Harry did NOT get Queen's consent before naming their daughter Lilibet, claims BBC

Social media is '100% sure that the Queen would not have approved' after reports of Harry and Meghan not seeking permission came out

                            Harry did NOT get Queen's consent before naming their daughter Lilibet, claims BBC
Prince Harry and Meghan Markle allegedly never asked for Queen Elizabeth's permission before using her nickname (Photos by John Stillwell, Ben Birchall/Getty Images)

When Prince Harry and Meghan Markle announced the birth of their daughter, there was an immediate uproar against the name they had given to the baby. Social media immediately dissected the name Lilibet Diana Mountbatten-Windsor to the last possible degree, with major backlash against the couple for using Queen Elizabeth's most popular nickname since childhood. There was frenzied speculation about whether Harry and Meghan had taken the Queen's permission before using her nickname after the explosive bombshell interview they gave, accusing racism within the royal family as one of the reasons behind 'Megxit'.
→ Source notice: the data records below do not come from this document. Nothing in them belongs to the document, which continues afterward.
def merge(out_dir: str | Path, reports: list[str | Path]) -> tuple[dict[str, Any], int]:
    """Merge shard ``report.json`` files into one report in ``out_dir``; returns (report, exit code)."""
    from vkit.report.writers import merge_reports

    if not reports:
        raise ConfigError("merge: no report.json given; pass the shard reports (or their folders)")
    merged = merge_reports(list(reports), Path(out_dir))
    statuses = [c.get("status") or c.get("verdict", {}).get("status", "error") for c in merged["cases"]]
    return merged, exit_code_for(statuses)
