def parse_capture_text(
    text: str,
    *,
    family: str | None = None,
    height: int | None = None,
    split_on_height: bool = False,
    facts: RunFacts | None = None,
    bus: BusLayout | None = None,
) -> Capture:
    """Turn capture text into a :class:`Capture`.

    Args:
        text: the file's content.
        family: "video" or "stream"; default from the header line.
        height: active lines per frame (used with ``split_on_height``).
        split_on_height: close a video frame after ``height`` lines (when the design has no output vsync).
        facts: run facts known from the input side (frames_sent, first_input_clock, ...); copied in.
        bus: the lane layout; needed for an output bus wider than 62 bits, whose words are split into one
            sample a pixel here (:func:`_wide_lanes`; a narrower capture is split by :func:`read_capture`).

    Raises:
        ConfigError: the text is not a vkit capture (no header line).
    """
    first = text.split("\n", 1)[0]
    if not first.startswith(TEXT_HEADER):
        raise ConfigError("capture text: the first line is not '# vkit capture ...'; give a file written by the vkit harness")
    head = first.split()
    if len(head) < 4 or head[3] != str(CAPTURE_VERSION):
        raise ConfigError(f"capture text: format version {head[3] if len(head) > 3 else 'missing'}, this vkit reads "
                          f"{CAPTURE_VERSION}; rebuild the harness with this vkit")
    family = family or (head[4] if len(head) > 4 else "video")
    tokens = text.split("\n", 1)[1].split() if "\n" in text else []
    if len(tokens) % 3:
        tokens = tokens[: len(tokens) - len(tokens) % 3]  # a run cut short mid-line
    clocks = tokens[0::3]
    kinds = tokens[1::3]
    args = tokens[2::3]
    kind_a = np.array(kinds, dtype="S1").view(np.uint8) if kinds else np.zeros(0, np.uint8)
    pos_p = np.flatnonzero(kind_a == ord("P"))
    clock_all = np.array(clocks, dtype=np.int64) if clocks else np.zeros(0, np.int64)
    width = int(head[5]) if len(head) > 5 and head[5].isdigit() else None
    texts = np.array(args, dtype="S")[pos_p] if pos_p.size else []
    lanes = None
    if width is not None and width > MAX_WORD_BITS:
        limbs, unknown = _hex_limbs(texts, capture_data_words(width))
        lanes = _wide_lanes(limbs, unknown, width, bus)
        values, xz_data = np.zeros(pos_p.size, np.int64), int(unknown.sum())
    else:
        values, xz_data = _hex_values(texts)
    cap = _build(family, clock_all, kind_a, lambda i: args[i], values, xz_data, height, split_on_height, facts)
    if width is not None:
        cap.facts.out_data_bits = width
    return cap if lanes is None else spread_lanes(cap, lanes)


def parse_capture_binary(
    data: bytes | np.ndarray,
    *,
    family: str | None = None,
    height: int | None = None,
    split_on_height: bool = False,
    facts: RunFacts | None = None,
    bus: BusLayout | None = None,
) -> Capture:
    """Turn binary capture records into a :class:`Capture` (same arguments and result as :func:`parse_capture_text`).

    Args:
        data: the file's bytes (``bytes`` or a uint8 array, e.g. from ``np.fromfile``).

    Raises:
        ConfigError: the data does not start with the binary capture header.
    """
    raw = np.frombuffer(data, np.uint8) if isinstance(data, (bytes, bytearray, memoryview)) else np.asarray(data, np.uint8)
    if raw.size < 16 or not is_binary_capture(raw[:4].tobytes()):
        raise ConfigError("capture file: no binary capture header (VKCB); give a file written by the vkit harness")
    magic, version, fam_code, width = (int(v) for v in raw[:16].view("<u4"))
    del magic
    if version != CAPTURE_VERSION:
        raise ConfigError(f"capture file: binary format version {version}, this vkit reads {CAPTURE_VERSION}; "
                          "rebuild the harness with this vkit")
    family = family or ("stream" if fam_code == FAMILY_CODES["stream"] else "video")
    nw = capture_data_words(width)
    rec = 8 + 4 * nw
    body = raw[16:]
    body = body[: body.size - body.size % rec]  # a run cut short mid-record
    words = body.view("<u4").reshape(-1, 2 + nw)
    clock_all = words[:, 0].astype(np.int64)
    kc = words[:, 1]
    kind_a = (kc & 0xFF).astype(np.uint8)
    code = ((kc >> 8) & 0xFF).astype(np.int64)
    pos_p = np.flatnonzero(kind_a == ord("P"))
    xz = code[pos_p] == 1
    lanes = None
    if width > MAX_WORD_BITS:  # one sample cannot hold the word: split it into lanes from its limbs
        lanes = _wide_lanes(words[pos_p, 2:], xz, width, bus)
        values = np.zeros(pos_p.size, np.int64)
    else:
        d = words[pos_p, 2:].astype(np.uint64)
        v = d[:, 0] | (d[:, 1] << np.uint64(32)) if nw == 2 else d[:, 0]
        values = v.astype(np.int64)
        values[xz] = UNKNOWN

    def arg(i: int) -> str:
        c = int(code[i])
        return CAPTURE_ROLES[c] if 0 < c < len(CAPTURE_ROLES) else "-"

    cap = _build(family, clock_all, kind_a, arg, values, int(xz.sum()), height, split_on_height, facts)
    cap.facts.out_data_bits = width
    return cap if lanes is None else spread_lanes(cap, lanes)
Royal experts had claimed at the time that Harry and Meghan did not seek any permission from the monarch, while other supporters argued they 'had [the Queen] not been supportive, they would not have used to name'. Days later, sources close to the palace have now told the BBC that the couple did not ask the Queen for permission to name their daughter Lilibet, despite Sussex spokespeople claiming they did.


Prince Harry and Meghan Markle introduced baby Lilibet to Queen over video call

Harry and Meghan Markle called 'dreadful people' for 'stealing' Queen's family nickname Lilibet

Queen was 'never asked' for opinion

Lilibet was a name coined by the 95-year-old Queen herself when she as a little child as she couldn't pronounce her name correctly. It was first used as a nickname by her grandfather King George VI and later, by her husband of over 70 years, the late Prince Philip. An insider close to the couple told the BBC that Harry had spoken to the Queen before the birth of his second child and 'would have mentioned' the name. But senior palace sources are now claiming, according to the BBC, that the Queen was "never asked" for her opinion on the couple's decision to use the nickname for their daughter before announcing it to the world.
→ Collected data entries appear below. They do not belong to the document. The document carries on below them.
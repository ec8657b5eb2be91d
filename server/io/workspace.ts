/**
 * Whole-workspace export and import: every aircraft, site and study (with scenarios, fleet rows and
 * saved results) in one versioned JSON document.
 *
 * Document (docs/storage.md, "Workspace file"):
 *   { "format": "runwright-workspace", "version": 1,
 *     "aircraft": [AircraftProfile...],
 *     "sites":    [{ "id", ...SiteInput }],
 *     "studies":  [{ "id", "name", "siteId", "options", "scenarios": [{ "name", "fleet": [...] }],
 *                    "savedResults": [{ "createdAt", "methodVersion", "inputDigest", "input", "result" }] }] }
 *
 * Export is deterministic (aircraft by name then id, sites and studies by id, saved results oldest
 * first, keys in a fixed order, two-space indentation, final newline), so export → import into an
 * empty database → export gives the same bytes. Site and study ids are kept on import.
 *
 * Import is all-or-nothing: UTF-8 only; the JSON must parse; the document must match the schema (the
 * same zod schemas as the study file, relaxed to allow work in progress: a site without runways, a
 * scenario without fleet rows); ids must be unique; references must resolve. Every problem is reported
 * with its line, column and JSON path, and nothing is written; otherwise everything is written in one
 * transaction.
 */
import { z } from 'zod';
import type { AircraftProfile, ScenarioInput, SiteInput, StudyOptions } from '../../core/index.js';
import { countAircraft, createAircraftMany, listAircraft } from '../../db/repos/aircraft.js';
import { createSite, getSite, listSiteIds, siteInput } from '../../db/repos/sites.js';
import { allStudyResults, createStudy, getStudy, listStudyIds, saveStudyResult } from '../../db/repos/studies.js';
import { savedResults, scenarios, sites, studies, aircraft as aircraftTable } from '../../db/schema.js';
import { transaction } from '../../db/transaction.js';
import type { Db } from '../../db/types.js';
import { aircraftSchema } from '../aircraft/index.js';
import { formatPath, int, text } from '../common/schema.js';
import { climateSchema, runwaySchema, siteSchema } from '../sites/index.js';
import { fleetRowSchema, optionsSchema, scenarioSchema } from '../studies/index.js';
import { ImportError, MAX_PROBLEMS, type ImportProblem } from './errors.js';
import { decodeUtf8, locateJsonPath, parseJsonText } from './text.js';

export const WORKSPACE_FORMAT = 'runwright-workspace';
export const WORKSPACE_VERSION = 1;

export interface WorkspaceSite extends SiteInput {
  readonly id: number;
}

export interface WorkspaceSavedResult {
  /** ISO 8601, UTC. */
  readonly createdAt: string;
  readonly methodVersion: string;
  readonly inputDigest: string;
  readonly input: unknown;
  readonly result: unknown;
}

export interface WorkspaceStudy {
  readonly id: number;
  readonly name: string;
  readonly siteId: number;
  readonly options: StudyOptions;
  readonly scenarios: readonly ScenarioInput[];
  readonly savedResults: readonly WorkspaceSavedResult[];
}

export interface WorkspaceDocument {
  readonly format: typeof WORKSPACE_FORMAT;
  readonly version: typeof WORKSPACE_VERSION;
  readonly aircraft: readonly AircraftProfile[];
  readonly sites: readonly WorkspaceSite[];
  readonly studies: readonly WorkspaceStudy[];
}

// ---------------------------------------------------------------------------------------------- export

/** The workspace as a document, read in one consistent snapshot. */
export function exportWorkspace(db: Db): WorkspaceDocument {
  return transaction(
    db,
    (tx) => ({
      format: WORKSPACE_FORMAT,
      version: WORKSPACE_VERSION,
      aircraft: listAircraft(tx),
      sites: listSiteIds(tx).map((id) => ({ id, ...siteInput(getSite(tx, id)!) })),
      studies: listStudyIds(tx).map((id): WorkspaceStudy => {
        const s = getStudy(tx, id)!;
        return {
          id: s.id,
          name: s.name,
          siteId: s.siteId,
          options: s.options,
          scenarios: s.scenarios.map((sc) => ({ name: sc.name, fleet: sc.fleet })),
          savedResults: allStudyResults(tx, id).map((r) => ({
            createdAt: r.createdAt,
            methodVersion: r.methodVersion,
            inputDigest: r.inputDigest,
            input: r.input,
            result: r.result,
          })),
        };
      }),
    }),
    'deferred',
  );
}

/** The workspace document as text (two-space indentation, final newline). */
export function exportWorkspaceJson(db: Db): string {
  return `${JSON.stringify(exportWorkspace(db), null, 2)}\n`;
}

// ---------------------------------------------------------------------------------------------- schema

const recordId = int(1, 2_147_483_647, '');

const workspaceSiteSchema = z.strictObject({
  id: recordId,
  ...siteSchema.shape,
  climate: climateSchema.optional(),
  runways: z.array(runwaySchema).max(8),
});

const workspaceScenarioSchema = z.strictObject({
  ...scenarioSchema.shape,
  fleet: z.array(fleetRowSchema).max(200),
});

const savedResultSchema = z.strictObject({
  createdAt: z.iso.datetime({ error: 'an ISO 8601 UTC time such as 2026-03-01T12:00:00.000Z' }),
  methodVersion: text(200),
  inputDigest: text(200),
  input: z.unknown().refine((v) => v !== undefined, { error: 'missing; the saved study input is required' }),
  result: z.unknown().refine((v) => v !== undefined, { error: 'missing; the saved result is required' }),
});

const workspaceStudySchema = z.strictObject({
  id: recordId,
  name: text(200),
  siteId: recordId,
  options: optionsSchema,
  scenarios: z.array(workspaceScenarioSchema).max(50),
  savedResults: z.array(savedResultSchema).max(10_000).default([]),
});

export const workspaceSchema = z
  .strictObject({
    format: z.literal(WORKSPACE_FORMAT, { error: `must be "${WORKSPACE_FORMAT}"` }),
    version: z.literal(WORKSPACE_VERSION, { error: `must be ${WORKSPACE_VERSION}` }),
    aircraft: z.array(aircraftSchema).max(100_000),
    sites: z.array(workspaceSiteSchema).max(100_000),
    studies: z.array(workspaceStudySchema).max(100_000),
  })
  .superRefine((doc, ctx) => {
    const dup = <T>(list: readonly T[], key: (t: T) => string | number, where: string, field: string): Set<string | number> => {
      const first = new Map<string | number, number>();
      list.forEach((item, i) => {
        const k = key(item);
        const prev = first.get(k);
        if (prev !== undefined) ctx.addIssue({ code: 'custom', path: [where, i, field], input: k, message: `duplicate id ${JSON.stringify(k)} (also ${where}[${prev}])` });
        else first.set(k, i);
      });
      return new Set(first.keys());
    };
    const aircraftIds = dup(doc.aircraft, (a) => a.id, 'aircraft', 'id');
    const siteIds = dup(doc.sites, (s) => s.id, 'sites', 'id');
    dup(doc.studies, (s) => s.id, 'studies', 'id');
    doc.studies.forEach((s, i) => {
      if (!siteIds.has(s.siteId)) ctx.addIssue({ code: 'custom', path: ['studies', i, 'siteId'], input: s.siteId, message: `site ${s.siteId} is not in the file's sites` });
      s.scenarios.forEach((sc, j) =>
        sc.fleet.forEach((row, k) => {
          if (!aircraftIds.has(row.aircraft)) {
            ctx.addIssue({ code: 'custom', path: ['studies', i, 'scenarios', j, 'fleet', k, 'aircraft'], input: row.aircraft, message: `aircraft "${row.aircraft}" is not in the file's aircraft` });
          }
        }),
      );
    });
  });

// ---------------------------------------------------------------------------------------------- import

export interface WorkspaceImportOptions {
  /**
   * 'empty' (default): the database must hold no aircraft, site or study.
   * 'replace': everything in the database is deleted first, in the same transaction.
   */
  readonly mode?: 'empty' | 'replace';
}

export interface WorkspaceImportResult {
  readonly aircraft: number;
  readonly sites: number;
  readonly studies: number;
  readonly savedResults: number;
}

function problemAt(text: string, path: readonly PropertyKey[], reason: string): ImportProblem {
  const { line, char } = locateJsonPath(text, path);
  return { line, column: char, field: formatPath(path), reason };
}

/** Validates a workspace file; returns the document or throws ImportError listing the problems. */
export function parseWorkspace(input: string | Uint8Array): WorkspaceDocument {
  const what = 'workspace file';
  const text = decodeUtf8(input, what);
  const value = parseJsonText(text, what);
  // Say "wrong kind of file" or "newer version" once, instead of a list of every field.
  if (typeof value !== 'object' || value === null || Array.isArray(value)) {
    throw new ImportError(what, [problemAt(text, [], 'expected a JSON object (a Runwright workspace file)')]);
  }
  const head = value as { format?: unknown; version?: unknown };
  if (head.format !== WORKSPACE_FORMAT) {
    throw new ImportError(what, [problemAt(text, ['format'], `${JSON.stringify(head.format ?? null)} is not a workspace file; expected format "${WORKSPACE_FORMAT}"`)]);
  }
  if (head.version !== WORKSPACE_VERSION) {
    const newer = typeof head.version === 'number' && head.version > WORKSPACE_VERSION;
    throw new ImportError(what, [
      problemAt(text, ['version'], newer ? `version ${head.version} is newer than this program reads (${WORKSPACE_VERSION}); update Runwright` : `${JSON.stringify(head.version ?? null)} is not a known version; expected ${WORKSPACE_VERSION}`),
    ]);
  }
  const r = workspaceSchema.safeParse(value, { reportInput: true });
  if (!r.success) {
    // One problem per path: a later rule on the same value repeats the first.
    const seen = new Set<string>();
    const issues = r.error.issues.filter((iss) => {
      const k = formatPath(iss.path);
      if (seen.has(k)) return false;
      seen.add(k);
      return true;
    });
    throw new ImportError(what, issues.slice(0, MAX_PROBLEMS).map((iss) => problemAt(text, iss.path, iss.message)));
  }
  return r.data as unknown as WorkspaceDocument;
}

function isEmpty(tx: Db): boolean {
  return (
    countAircraft(tx) === 0 &&
    tx.select({ id: sites.id }).from(sites).limit(1).get() === undefined &&
    tx.select({ id: studies.id }).from(studies).limit(1).get() === undefined
  );
}

function deleteEverything(tx: Db): void {
  tx.delete(savedResults).run();
  tx.delete(scenarios).run();
  tx.delete(studies).run();
  tx.delete(sites).run();
  tx.delete(aircraftTable).run();
}

/** Writes a validated document (one transaction). */
export function writeWorkspace(db: Db, doc: WorkspaceDocument, options: WorkspaceImportOptions = {}): WorkspaceImportResult {
  return transaction(db, (tx) => {
    if (options.mode === 'replace') deleteEverything(tx);
    else if (!isEmpty(tx)) {
      throw new ImportError('workspace file', [{ reason: 'the database already holds data; import a workspace into an empty database, or choose to replace everything' }]);
    }
    createAircraftMany(tx, doc.aircraft);
    for (const s of doc.sites) {
      const { id, ...site } = s;
      createSite(tx, site, id);
    }
    let saved = 0;
    for (const s of doc.studies) {
      createStudy(tx, { name: s.name, siteId: s.siteId, options: s.options, scenarios: s.scenarios }, s.id);
      for (const r of s.savedResults) {
        saveStudyResult(tx, { studyId: s.id, input: r.input, inputDigest: r.inputDigest, result: r.result, methodVersion: r.methodVersion, createdAt: r.createdAt });
        saved++;
      }
    }
    return { aircraft: doc.aircraft.length, sites: doc.sites.length, studies: doc.studies.length, savedResults: saved };
  });
}

/** Validates and imports a workspace file, all or nothing. Throws ImportError listing the problems. */
export function importWorkspace(db: Db, input: string | Uint8Array, options: WorkspaceImportOptions = {}): WorkspaceImportResult {
  return writeWorkspace(db, parseWorkspace(input), options);
}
Journalist Omid Scobie, favored by Harry and Meghan, however, claimed on Twitter: "A Sussex source says that the Queen was the first family Harry called after Lilibet’s birth and during that conversation, he shared the couple’s hope of naming their daughter in her honor. Had she not been supportive, they would not have used the name. Those close to Prince Harry confirm that he spoke to close family before the announcement so perhaps this report highlights just how far removed aides within the institution (who learned of the baby news alongside the rest of the world) now are from the Sussexes’ private matters".


'Shows how close they've always been'

In fact, when asked during a recent appearance on 'Good Morning America' whether this name is a sign of reconciliation after the explosive allegations the couple made on their Oprah Winfrey interview, Scobie claimed: "I don't know about an olive branch but it shows how close they've always been with the Queen." The Times also reported that it is understood that Harry had informed the Queen of the name, but reporting the same, Daily Mail notes: "but it is not clear how much notice she was given or if she learned before Lili arrived on Friday."

Royal expert Russell Myers had also previously shared, "I am told Harry had said to the Queen he may name a daughter after her and so he didn't really ask for permission as such but it was a nice surprise. It can perhaps have these healing powers, it's been a turbulent time, the truth bombs all the labeling of the royal family as racist — this seems to be a tremendous gesture."

Queen Elizabeth II with Prince Harry, Duke of Sussex and Meghan, Duchess of Sussex at the Queen's Young Leaders Awards Ceremony at Buckingham Palace (Photo by John Stillwell - WPA Pool/Getty Images)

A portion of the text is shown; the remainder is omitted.